くるっと僕の方に向いてそのままだんまりを決め込んでうつむいたままの骸。僕に嫌われたと思ったのかな?そういう君の行動にテクノロジーのすごさを改めて実感させられるよ。すごいね現代は。10年前の人に言ったって信じてもらえないよ。古い人間だもの。よかった僕は新しい人間で。


「アンドロイドなんでしょう?」

「いつから…いつからですか、それに気づいたのは」

「今さっき」

「……まったくあなたという人は。僕にプログラミングされている人間の情報とは全く違うことばっかりするので僕の頭パンクしそうです!」


あえて骸が「頭」と言ったことには触れなかった。きっと人間になりたいんだろうね。だから触れなかった。
アンドロイドってバレちゃったのになんでそんなに平気なの?もしかしたら僕に破壊されてゴミ箱行きかもしれないんだよ?それなのになんでジョークかましたりできるの?それもプログラミングされたもののなかのひとつなの?
そんなのどうでもいいや。骸は骸だから関係ないや。今もずっとふてくされたような顔で僕を伺う骸が愛しくてしかたないから、アンドロイドでも骸だからいいや。どうせ骸、アンドロイドだからベースとしては僕のことずっと好きなんでしょう?たまに僕に妬かせたりするのは骸がハイテクなアンドロイドの証だよね。
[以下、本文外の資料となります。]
"""What a dislocation binds, predicted from the bulk invariants, for each primitive Burgers vector.

Rules (b = Σ nᵢ aᵢ, nᵢ integers; reciprocal vectors Gⱼ with aᵢ·Gⱼ = 2π δᵢⱼ):

* 3D with time reversal: a Kramers pair of counter-propagating (helical) modes runs along the dislocation line
  exactly when B·M_ν = π mod 2π, M_ν = ½ Σ νⱼ Gⱼ the weak vector, i.e. when Σ nᵢ νᵢ is odd
  (Ran, Zhang, Vishwanath, Nat. Phys. 5, 298 (2009)).
* 3D without time reversal: the line carries Σ nᵢ Cᵢ chiral modes, Cᵢ the Chern number of the planes kᵢ = const
  (B·G_C / 2π with G_C = Σ Cᵢ Gᵢ; the layered quantum Hall case of the same paper, from memory).
* 2D with time reversal (T² = −1) and Z2 = 1: a Kramers pair of bound states when b·K = π mod 2π, K the momentum
  of the band inversion (Juričić, Mesaros, Slager, Zaanen, Phys. Rev. Lett. 108, 106403 (2012)); none when Z2 = 0.
* 2D with vanishing Chern number: the charge bound to the core is Q = e (ẑ × b)·P mod e, P the polarization
  (dipole per cell); in reduced units Q/e = n₁P₂ − n₂P₁ mod 1 for a right-handed lattice. Orientation: the
  Burgers vector is the closure failure of a counter-clockwise circuit around the core (docs/defects.md).
"""

from __future__ import annotations

import numpy as np

from crystaltop.errors import DefectGeometryError, NotApplicable
from crystaltop.plugin import Invariant, Outcome, Requirements, hookimpl


def burgers_vectors(dim: int, extra=()) -> list[tuple[int, ...]]:
    """The primitive lattice vectors, then any the user gives (checked to be lattice vectors)."""
    out = [tuple(int(i == j) for j in range(dim)) for i in range(dim)]
    for b in extra:
        arr = np.asarray(b, dtype=float).reshape(-1)
        if arr.shape != (dim,) or np.max(np.abs(arr - np.round(arr))) > 1e-9 or not np.any(np.round(arr)):
            raise DefectGeometryError(
                f"Burgers vector {tuple(arr.tolist())} is not a non-zero lattice vector (give {dim} integers in the "
                "basis of the lattice vectors)")
        t = tuple(int(v) for v in np.round(arr))
        if t not in out:
            out.append(t)
    return out


def _label(b) -> str:
    return "b=(" + ", ".join(str(v) for v in b) + ")"


def _per_burgers_vector(vectors, indices, describe, record):
    """For each Burgers vector b (integers nᵢ), ``s = Σ nᵢ indicesᵢ``: the value text ``describe(s)`` by label and the
    record ``{"burgers": b, **record(s)}``."""
    value, records = {}, []
    for b in vectors:
        s = int(np.dot(b, indices))
        value[_label(b)] = describe(s)
        records.append({"burgers": b, **record(s)})
    return value, records


def _why(context, name: str) -> str:
    rec = context.record(name)
    return "not installed" if rec is None else f"{rec.status}: {rec.message}"


class DislocationResponse(Invariant):
    name = "dislocation_response"
    title = "What a dislocation binds"
    requires = Requirements(dims={2, 3}, optional_uses=("chern", "polarization", "z2", "weak_indices",
                                                        "parity_indices"))

    def compute(self, context):
        dim = context.dim
        vectors = burgers_vectors(dim, context.option("burgers", ()))
        if dim == 3:
            return self._three_d(context, vectors)
        return self._two_d(context, vectors)

    # ------------------------------------------------------------------ 3D
    def _three_d(self, context, vectors):
        if context.time_reversal:
            weak = context.result("weak_indices")
            if weak is None:
                raise NotApplicable(f"needs the weak indices ({_why(context, 'weak_indices')})")
            nu = np.asarray(weak.value, dtype=int)
            value, records = _per_burgers_vector(
                vectors, nu, lambda s: "helical Kramers pair along the line" if s % 2 else "nothing protected",
                lambda s: {"binds": s % 2 == 1, "B.M_nu/pi": s})
            return Outcome(
                value=value, method="B·M_ν = π mod 2π (Ran, Zhang, Vishwanath, Nat. Phys. 5, 298 (2009))",
                mesh="from weak_indices", details={"weak_indices": tuple(int(v) for v in nu),
                                                    "weak_vector": weak.details.get("weak_vector"),
                                                    "per_burgers_vector": records},
                notes=("rule: a Kramers pair of counter-propagating modes along the line iff Σ nᵢ νᵢ is odd, "
                       f"with ν = {tuple(int(v) for v in nu)} from weak_indices",))
        chern = context.result("chern")
        if chern is None:
            raise NotApplicable(f"needs the Chern numbers of the three plane families ({_why(context, 'chern')})")
        c = np.asarray(chern.value, dtype=int)
        value, records = _per_burgers_vector(
            vectors, c, lambda s: f"{abs(s)} chiral mode(s)" if s else "nothing protected",
            lambda s: {"chiral_modes": s})
        return Outcome(value=value, method="B·G_C / 2π chiral modes (Ran, Zhang, Vishwanath 2009; from memory)",
                       mesh="from chern", details={"chern": tuple(int(v) for v in c), "per_burgers_vector": records},
                       notes=(f"rule: Σ nᵢ Cᵢ chiral modes along the line, C = {tuple(int(v) for v in c)} from chern",))

    # ------------------------------------------------------------------ 2D
    def _two_d(self, context, vectors):
        value, records, notes, methods = {}, [], [], []
        details = {}
        kramers = context.time_reversal and context.spinful
        if kramers:
            z2 = context.result("z2")
            if z2 is None:
                raise NotApplicable(f"needs the Z2 index ({_why(context, 'z2')})")
            details["z2"] = int(z2.value)
            k_inv = context.option("inversion_momentum")
            source = "given"
            if k_inv is None and int(z2.value) == 1:
                parity = context.result("parity_indices")
                if parity is not None and parity.details.get("band_inversion_k") is not None:
                    k_inv, source = parity.details["band_inversion_k"], "parity_indices"
            methods.append("b·K = π mod 2π (Juričić, Mesaros, Slager, Zaanen, PRL 108, 106403 (2012))")
            if k_inv is not None:
                details["band_inversion_k"] = tuple(float(x) for x in k_inv)
                notes.append(f"band-inversion momentum K = {details['band_inversion_k']} (reduced) from {source}")
            elif int(z2.value) == 1:
                notes.append("Z2 = 1 but the band-inversion momentum is unknown (no inversion symmetry to locate it; "
                             "give options={'dislocation_response': {'inversion_momentum': (k1, k2)}})")
        chern = context.result("chern")
        polarization = context.result("polarization")
        if chern is not None and int(chern.value) == 0 and polarization is not None:
            p = np.asarray(polarization.value, dtype=float)
            handed = 1 if np.linalg.det(np.asarray(context.lattice, dtype=float)) > 0 else -1
            details["polarization"] = tuple(float(x) for x in p)
            methods.append("Q = e (ẑ × b)·P mod e (dislocation charge from the polarization)")
            notes.append(f"charge rule: Q/e = n₁P₂ − n₂P₁ mod 1 with P = {details['polarization']} from polarization")
        else:
            p = None
            reason = (f"Chern number {chern.value} ≠ 0: P is not defined, so no charge is predicted" if chern is not None
                      and int(chern.value) != 0 else f"polarization unavailable ({_why(context, 'polarization')})")
            notes.append(reason)
        for b in vectors:
            rec = {"burgers": b}
            parts = []
            if kramers:
                if details["z2"] == 0:
                    rec["kramers_pair"] = False
                elif "band_inversion_k" in details:
                    phase = 2 * float(np.dot(b, details["band_inversion_k"]))  # b·K / π
                    rec["kramers_pair"] = abs(phase - np.round(phase)) < 1e-9 and int(np.round(phase)) % 2 == 1
                else:
                    rec["kramers_pair"] = None
                parts.append({True: "Kramers pair of bound states", False: "no protected bound states",
                              None: "Kramers pair undetermined"}[rec["kramers_pair"]])
            if p is not None:
                q = (handed * (b[0] * p[1] - b[1] * p[0])) % 1.0
                q = 0.0 if min(q, 1 - q) < 1e-6 else float(q)
                rec["charge"] = q
                parts.append(f"charge {q:g} e mod e")
            records.append(rec)
            value[_label(b)] = "; ".join(parts) if parts else "nothing predicted"
        if not methods:
            raise NotApplicable("; ".join(notes))
        details["per_burgers_vector"] = records
        return Outcome(value=value, method="; ".join(methods), mesh="from the invariants it uses",
                       details=details, notes=tuple(notes))


@hookimpl
def crystaltop_invariants():
    return [DislocationResponse()]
骸すごいね。


「アンドロイドでもいいよ」

「え……」

「いいよ、ずっとここにいて」

「でも、」

「骸は骸なんでしょう?人間でもアンドロイドでも宇宙人でも骸だったら別になんでもいい。だって僕、骸のこと好きだし」


そうやって顔が赤くなったり、目に涙溜めたり、骸がアンドロイドだなんて信じられないんだけど。でも背中に普通の人間にはないものがあったからアンドロイドなんだよね。変なの。じゃあ僕がアンドロイドでもおかしくないよね。


「絶対ずっと一緒にいて幸せにします」

「浮気しないでよね」


アンドロイドだから当たり前でしょ、とか、そうプログラミングされてるんでしょ、とは言わない。何があってもそういう類のことは絶対言わないって神様に誓う。君が人間になりたいアンドロイドなら、神様が君を人間にしてくれないのなら、僕が君を人間にしてあげる。